Di Carosio e Ameri & Ciotti, di Zavoli e De Zan, mostri epocali, ho detto a parte. Qui voglio soltanto limitarmi al genere, o ai generi. Cominciando col partecipare una mia sensazione: che tutti dico tutti i miei colleghi di radio e televisione, pubblica e privata, siano stati come spiazzati dalla facilità, dalla disponibilità, dal senso di potere offerto dal mezzo tecnico. Il discorso riguarda specialmente la televisione, visto che la radio esiste da tanto tempo.
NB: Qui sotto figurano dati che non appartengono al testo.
/// Characters left as they are in values: letters, digits and `-._~,` (so numbers and lists
/// stay readable).
const VALUE: &AsciiSet = &NON_ALPHANUMERIC
    .remove(b'-')
    .remove(b'.')
    .remove(b'_')
    .remove(b'~')
    .remove(b',');

/// Why a link was refused.
#[derive(Debug, Clone, PartialEq, Eq)]
pub enum LinkError {
    /// Nothing after `#`.
    Empty,
    /// Over [`MAX_LINK_LEN`].
    TooLong(usize),
    /// Does not start with `v=`.
    NotACaseLink,
    /// A version this release does not know.
    Version(String),
    /// A part without `=`.
    Malformed(String),
    /// A key v1 does not have.
    UnknownKey(String),
    /// A key given twice.
    Repeated(&'static str),
    /// A required key is absent.
    Missing(&'static str),
    /// A key that the mode does not use (e.g. `sz` in plane mode).
    NotInMode(&'static str),
    /// Not a number.
    NotANumber(&'static str, String),
    /// NaN, infinite, or beyond ±1.8e308.
    NotFinite(&'static str, String),
    /// Not one of the allowed words.
    BadChoice(&'static str, String, &'static str),
    /// Wrong count of numbers in a list.
    Count(&'static str, usize, usize),
    /// The plane normal is (0, 0, 0).
    ZeroNormal,
    /// A text value that is refused, with the reason.
    BadText(&'static str, &'static str),
    /// A key the case's source path does not use.
    NotUsed(&'static str, &'static str),
    /// A load history with too few or too many values.
    HistoryLength(usize),
}

fn shorten(s: &str) -> String {
    let mut out: String = s.chars().take(40).collect();
    if s.chars().count() > 40 {
        out.push('…');
    }
    out
}

impl fmt::Display for LinkError {
    fn fmt(&self, f: &mut fmt::Formatter<'_>) -> fmt::Result {
        match self {
            Self::Empty => write!(f, "the link holds no case (nothing after #)"),
            Self::TooLong(n) => write!(
                f,
                "the link is {n} characters long; a case link has at most {MAX_LINK_LEN}"
            ),
            Self::NotACaseLink => write!(
                f,
                "this is not a Stresscase case link: it must start with v=1"
            ),
            Self::Version(v) => {
                write!(f, "link version '{}' is not known to this release (it reads version {LINK_VERSION})", shorten(v))
            }
            Self::Malformed(p) => write!(
                f,
                "'{}' is not key=value; the link may be truncated",
                shorten(p)
            ),
            Self::UnknownKey(k) => write!(f, "unknown key '{}'", shorten(k)),
            Self::Repeated(k) => write!(f, "key '{k}' appears more than once"),
            Self::Missing(k) => write!(f, "key '{k}' is missing; the link may be truncated"),
            Self::NotInMode(k) => write!(f, "key '{k}' is only used in 3d mode"),
            Self::NotANumber(k, v) => write!(f, "{k}: '{}' is not a number", shorten(v)),
            Self::NotFinite(k, v) => write!(f, "{k}: '{}' is not a finite number", shorten(v)),
            Self::BadChoice(k, v, allowed) => {
                write!(f, "{k}: '{}' is not one of {allowed}", shorten(v))
            }
            Self::Count(k, want, got) => write!(
                f,
                "{k}: needs {want} numbers separated by commas, found {got}"
            ),
            Self::ZeroNormal => write!(f, "{ZERO_NORMAL}"),
            Self::BadText(k, why) => write!(f, "{k}: {why}"),
            Self::HistoryLength(n) => write!(
                f,
                "hist: a load history has 2 to {MAX_HISTORY} values, found {n}"
            ),
            Self::NotUsed(k, src) => write!(
                f,
                "key '{k}' is not used by this case (src={src} and the choices made)"
            ),
        }
    }
}

fn read_number(key: &'static str, raw: &str) -> Result<f64, LinkError> {
    if raw.is_empty()
        || !raw
            .bytes()
            .all(|b| b.is_ascii_digit() || b"+-.eE".contains(&b))
    {
        return Err(LinkError::NotANumber(key, raw.into()));
    }
    match raw.parse::<f64>() {
        Ok(v) if v.is_finite() => Ok(v),
        Ok(_) => Err(LinkError::NotFinite(key, raw.into())),
        Err(_) => Err(LinkError::NotANumber(key, raw.into())),
    }
}

const KEYS: [&str; 16] = [
    "v", "title", "note", "mode", "unit", "sx", "sy", "sz", "txy", "tyz", "tzx", "theta", "au",
    "n", "shear", "hist",
];

impl Case {
    /// The link text (without `#`).
    #[must_use]
    pub fn to_link(&self) -> String {
        let enc = |s: &str| utf8_percent_encode(s, VALUE).to_string();
        let mut parts = vec![format!("v={LINK_VERSION}")];
        if !self.title.is_empty() {
            parts.push(format!("title={}", enc(&self.title)));
        }
        if !self.note.is_empty() {
            parts.push(format!("note={}", enc(&self.note)));
        }
        let typed = self.choices.source == Source::Typed;
        if typed {
            parts.push(format!(
                "mode={}",
                if self.mode == Mode::Plane {
                    "plane"
                } else {
                    "3d"
                }
            ));
        }
        parts.push(format!("unit={}", self.unit.symbol()));
        if typed {
            let [sx, sy, sz, txy, tyz, tzx] = self.stress.map(write_number);
            parts.push(format!("sx={sx}"));
            parts.push(format!("sy={sy}"));
            if self.mode == Mode::Full {
                parts.push(format!("sz={sz}"));
            }
            parts.push(format!("txy={txy}"));
            if self.mode == Mode::Full {
                parts.push(format!("tyz={tyz}"));
                parts.push(format!("tzx={tzx}"));
            }
        }
        parts.push(format!("theta={}", write_number(self.angle)));
        parts.push(format!(
            "au={}",
            if self.angle_unit == AngleUnit::Degree {
                "deg"
            } else {
                "rad"
            }
        ));
        parts.push(format!("n={}", self.normal.map(write_number).join(",")));
        parts.push(format!(
            "shear={}",
            if self.shear_axis == ShearAxis::PositiveDown {
                "down"
            } else {
                "up"
            }
        ));
        // Keys added to version 1 after its first release come last.
        for (key, value) in choice_pairs(&self.choices) {
            parts.push(format!("{key}={value}"));
        }
        for n in self.choices.active() {
            if let Some(v) = self.numbers.get(&n) {
                parts.push(format!("{}={}", n.key(), write_number(*v)));
            }
        }
        if self.choices.history_on() {
            let values: Vec<String> = self.history.iter().map(|&v| write_number(v)).collect();
            parts.push(format!("hist={}", values.join(",")));
        }
        parts.join("&")
    }

    /// Reads a link (with or without the leading `#`).
    ///
    /// # Errors
    /// The first problem found, naming the key.
    pub fn from_link(raw: &str) -> Result<Self, LinkError> {
        let s = raw.strip_prefix('#').unwrap_or(raw);
        if s.len() > MAX_LINK_LEN {
            return Err(LinkError::TooLong(s.chars().count()));
        }
        if s.trim().is_empty() {
            return Err(LinkError::Empty);
        }
        let known = all_keys();
        let mut values: Vec<Option<String>> = vec![None; known.len()];
        for (i, part) in s.split('&').enumerate() {
            let Some((k, v)) = part.split_once('=') else {
                return Err(if i == 0 {
                    LinkError::NotACaseLink
                } else {
                    LinkError::Malformed(part.into())
                });
            };
            // Browsers may percent-encode any character of the fragment, keys included.
            let k = percent_decode_str(k).decode_utf8_lossy();
            let k = k.as_ref();
            if i == 0 && k != "v" {
                return Err(LinkError::NotACaseLink);
            }
            let Some(slot) = known.iter().position(|&key| key == k) else {
                return Err(LinkError::UnknownKey(k.into()));
            };
            if values[slot].is_some() {
                return Err(LinkError::Repeated(known[slot]));
            }
            let text = percent_decode_str(v)
                .decode_utf8()
                .map_err(|_| LinkError::BadText(known[slot], "is not valid UTF-8 text"))?;
            values[slot] = Some(text.into_owned());
        }
        let take = |key: &'static str| -> Option<&str> {
            known
                .iter()
                .position(|&k| k == key)
                .and_then(|i| values[i].as_deref())
        };
        let required = |key: &'static str| take(key).ok_or(LinkError::Missing(key));
        let version = required("v")?;
        if version != LINK_VERSION {
            return Err(LinkError::Version(version.into()));
        }
        let choices = read_choices(&take)?;
        let typed = choices.source == Source::Typed;
        let src = tokens::token(&tokens::SOURCE, choices.source);
        let mode = if typed {
            match required("mode")? {
                "plane" => Mode::Plane,
                "3d" => Mode::Full,
                other => return Err(LinkError::BadChoice("mode", other.into(), "plane, 3d")),
            }
        } else {
            Mode::Plane
        };
        let unit_text = required("unit")?;
        let unit = StressUnit::from_symbol(unit_text).ok_or_else(|| {
            LinkError::BadChoice("unit", unit_text.into(), "Pa, kPa, MPa, GPa, psi, ksi")
        })?;
        let mut stress = [0.0; 6];
        for (i, key) in ["mode", "sx", "sy", "sz", "txy", "tyz", "tzx"]
            .into_iter()
            .enumerate()
        {
            if !typed {
                if take(key).is_some() {
                    return Err(LinkError::NotUsed(key, src));
                }
                continue;
            }
            if key == "mode" {
                continue;
            }
            let out_of_plane = matches!(key, "sz" | "tyz" | "tzx");
            match (take(key), mode, out_of_plane) {
                (Some(_), Mode::Plane, true) => return Err(LinkError::NotInMode(key)),
                (None, Mode::Plane, true) => {}
                (v, _, _) => {
                    stress[i - 1] = read_number(key, v.ok_or(LinkError::Missing(key))?)?;
                }
            }
        }
        let active = choices.active();
        let mut numbers = BTreeMap::new();
        for n in Num::all() {
            let key = n.key();
            match (take(key), active.contains(&n)) {
                (Some(_), false) => return Err(LinkError::NotUsed(key, src)),
                (Some(v), true) => {
                    numbers.insert(n, read_number(key, v)?);
                }
                // Elastic constants and the required factor came after the first v1 links:
                // absent means the defaults.
                // So did the notch sensitivities: absent means 1 (Kf = Kt, the meaning then).
                (None, true)
                    if ELASTIC.contains(&n) || matches!(n, Num::Required | Num::Q | Num::Qs) =>
                {
                    numbers.insert(n, n.demo_text().parse().unwrap_or(0.0));
                }
                (None, true) if n.is_optional() => {}
                (None, true) => return Err(LinkError::Missing(key)),
                (None, false) => {}
            }
        }
        let angle = take("theta").map_or(Ok(0.0), |v| read_number("theta", v))?;
        let angle_unit = match take("au").unwrap_or("deg") {
            "deg" => AngleUnit::Degree,
            "rad" => AngleUnit::Radian,
            other => return Err(LinkError::BadChoice("au", other.into(), "deg, rad")),
        };
        let normal = match take("n") {
            None => [1.0; 3],
            Some(v) => {
                let parts: Vec<&str> = v.split(',').collect();
                if parts.len() != 3 {
                    return Err(LinkError::Count("n", 3, parts.len()));
                }
                let n = [
                    read_number("n", parts[0])?,
                    read_number("n", parts[1])?,
                    read_number("n", parts[2])?,
                ];
                if n == [0.0; 3] {
                    return Err(LinkError::ZeroNormal);
                }
                n
            }
        };
        let shear_axis = match take("shear").unwrap_or("down") {
            "down" => ShearAxis::PositiveDown,
            "up" => ShearAxis::PositiveUp,
            other => return Err(LinkError::BadChoice("shear", other.into(), "down, up")),
        };
        let title = take("title").unwrap_or("").to_string();
        check_text(&title, MAX_TITLE).map_err(|why| LinkError::BadText("title", why))?;
        let note = take("note").unwrap_or("").to_string();
        check_text(&note, MAX_NOTE).map_err(|why| LinkError::BadText("note", why))?;
        let history = match (take("hist"), choices.history_on()) {
            (Some(_), false) => return Err(LinkError::NotUsed("hist", src)),
            (None, true) => return Err(LinkError::Missing("hist")),
            (None, false) => Vec::new(),
            (Some(v), true) => {
                let values = v
                    .split(',')
                    .map(|x| read_number("hist", x))
                    .collect::<Result<Vec<f64>, _>>()?;
                if !(2..=MAX_HISTORY).contains(&values.len()) {
                    return Err(LinkError::HistoryLength(values.len()));
                }
                values
            }
        };
        Ok(Self {
            title,
            note,
            mode,
            unit,
            stress,
            angle,
            angle_unit,
            normal,
            shear_axis,
            choices,
            numbers,
            history,
        })
    }
}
Però la stessa radio, quando è arrivata la tv, ha capito di potersi e anzi doversi espandere con parole diverse, con aperture assortite, insomma di non essere obbligata a rimanere dentro i confini fissatile da Marconi e suoi primi dimostratori.
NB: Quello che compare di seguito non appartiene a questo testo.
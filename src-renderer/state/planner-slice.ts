import type { StateCreator } from 'zustand';
import type { RequestOf, ResponseOf } from '../../src-main/api/contract.ts';
import { describeError, type Client } from '../client/client.ts';
import type { AppState } from './store.ts';

export type PlanView = ResponseOf<'plan.solve'>;
type PlanRequest = RequestOf<'plan.solve'>;

/** The rotation planner's screen state: the plan shown, what the last action said, and its error. */
export interface PlannerSlice {
  planner: { plan: PlanView | null; busy: boolean; error: string | null; message: string | null };
  /** Plans (or re-plans under the same name) from the form. */
  makePlan(req: Pick<PlanRequest, 'name' | 'shelf' | 'shelves' | 'edition' | 'start' | 'weeks' | 'horizon'>): Promise<boolean>;
  /** Keeps the item in that week (1-based) on that shelf, and re-solves. */
  pinInPlan(item: string, week: number, shelf: string): Promise<boolean>;
  /** Keeps the week's items on that shelf as they are, and re-solves the rest. */
  lockPlanWeek(week: number, shelf: string): Promise<boolean>;
  banFromPlan(item: string): Promise<boolean>;
  /** Solves again with the stored edits (after new signals or a new model), changing as little as it can. */
  resolvePlan(): Promise<boolean>;
  /** Turns the planned week into a draft edition (planned items pinned). */
  draftPlanWeek(week: number): Promise<boolean>;
}

export function createPlannerSlice(client: Client): StateCreator<AppState, [], [], PlannerSlice> {
  return (set, get) => {
    const run = async (call: () => Promise<{ plan?: PlanView; message: string | null }>): Promise<boolean> => {
      set((s) => ({ planner: { ...s.planner, busy: true, error: null } }));
      try {
        const r = await call();
        set((s) => ({ planner: { ...s.planner, busy: false, ...(r.plan && { plan: r.plan }), message: r.message } }));
        return true;
      } catch (e) {
        set((s) => ({ planner: { ...s.planner, busy: false, error: describeError(e) } }));
        return false;
      }
    };
    /** Re-solves with one more edit; the message says which edit, so two re-solves in a row read differently. */
    const again = (extra: Partial<PlanRequest>, did: string | null, after: (plan: PlanView) => string = () => '') =>
      run(async () => {
        const p = get().planner.plan;
        if (!p) throw new Error('Make a plan first.');
        const plan = await client.call('plan.solve', { name: p.name, shelf: p.shelves[0]!, edition: p.edition, ...extra });
        const changed = plan.changed === null ? null : `${plan.changed} placement${plan.changed === 1 ? '' : 's'} changed.`;
        const said = changed === null ? did : did === null ? `Re-solved: ${changed}` : `${did} and re-solved: ${changed}`;
        return { plan, message: `${said ?? ''}${after(plan)}` || null };
      });
    /** A lock keeps its week as it was, ban or not: say so when a banned item stays in a locked week. */
    const stillIn = (item: string) => (plan: PlanView) => {
      const where = plan.weeks.flatMap((w) => w.shelves.filter((sh) => sh.slots.some((x) => x.item === item)).map((sh) => `week ${w.week} of ${sh.label}`));
      return where.length === 0 ? '' : ` It stays in locked ${where.join(', ')}: a locked week keeps its items.`;
    };
    return {
      planner: { plan: null, busy: false, error: null, message: null },
      makePlan: (req) => run(async () => ({ plan: await client.call('plan.solve', req), message: null })),
      pinInPlan: (item, week, shelf) => again({ pins: [{ item, week, shelf }] }, `Pinned ${item} to week ${week} of ${shelf}`),
      lockPlanWeek: (week, shelf) => again({ locks: [{ week, shelf }] }, `Locked week ${week} of ${shelf}`),
      banFromPlan: (item) => again({ bans: [item] }, `Banned ${item} from the plan`, stillIn(item)),
      resolvePlan: () => again({}, null),
      draftPlanWeek: (week) =>
        run(async () => {
          const p = get().planner.plan;
          if (!p) throw new Error('Make a plan first.');
          const d = await client.call('plan.draft', { name: p.name, week });
          await get().loadEditions();
          return { plan: { ...p, drafts: [...p.drafts.filter((x) => x.week !== week), { week, edition: d.edition }] }, message: `Draft edition “${d.edition}” made from week ${week}.` };
        }),
    };
  };
}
Resto alla televisione, più giusto e intanto più facile. Non è stato creato un sistema di approccio, uno stile, un tipo di parlata. Da Carosio, che ai primi vagiti delle telecamere rispondeva raccontando la partita come se lavorasse per la radio, ai suoi epigoni che hanno spesso parlato come se noi, telespettatori addirittura in regola col canone, non potessimo vedere niente, ho avvertito sempre dei vuoti. E l’invito di Nicolò Carosio-Rai prima, di Fabio Caressa-Sky poi (un salto in lungo, un salto in avanti neanche troppo impegnativo, e valicando anche Mediaset) a prendere rispettivamente, nell’intervallo della partita, un whisky anzi un whiskaccio e un tè caldo, mi hanno procurato, anche senza ingurgitare nulla, un senso di disagio, come quando ci si ficca in pancia un medicinale a stomaco vuoto. Non ho avuto fornitura di punti di vista e di valutazione speciali nel corso dell’evento, e a quel punto avrei sempre preferito, ad accompagnare le immagini, una semplice enunciazione di persone e di fatti essenziali, mentre sul resto me lo vedevo e me lo gestivo io. Meglio le trasmissioni di ciclismo datato ma sempre appassionato che quelle, algide, di certe gare olimpiche sollecitanti attenzioni speciali una tantum, meglio anche quelle di Formula 1 con la loro irta ma esauriente grafica informatrice, in certi casi persino analgesica nei riguardi della noia di circuiti senza sorpassi e della vana sadica attesa di incidenti. Sempre facendo la tara al nazionalismo tifoideo, che purtroppo esiste anche in un paese non nazione come l’Italia.

Non so francamente se all’estero siano state trovate ricette per sposare bene la televisione dilagante allo sport sempre più estremizzantesi. Conosco bene le emissioni francesi, niente di speciale, penose quelle sul calcio, fra sciovinismo e incompetenza. Mi divertono e basta quelle in spagnolo o portoghese, troppo barocche e troppo urlate.

Che comunque nulla di definitivo, di storico sia stato impiantato nel giornalismo radiotelevisivo è provato dal panico che ha preso tanti colleghi pur validi di fronte a internet – panico ormai epocale a cui auguro di sfuggire a Carlo Paris, ultimo direttore della redazione sportiva, e ai suoi. Siamo tutti sotto blob. Avete presente la scena della gente che scappa dal cinema invaso da quella specie di lava nera? Per noi adesso il blob è il lucore debole, grigiastro di internet. E la mia sensazione è che la nostra sepoltura non sarà neanche a colori.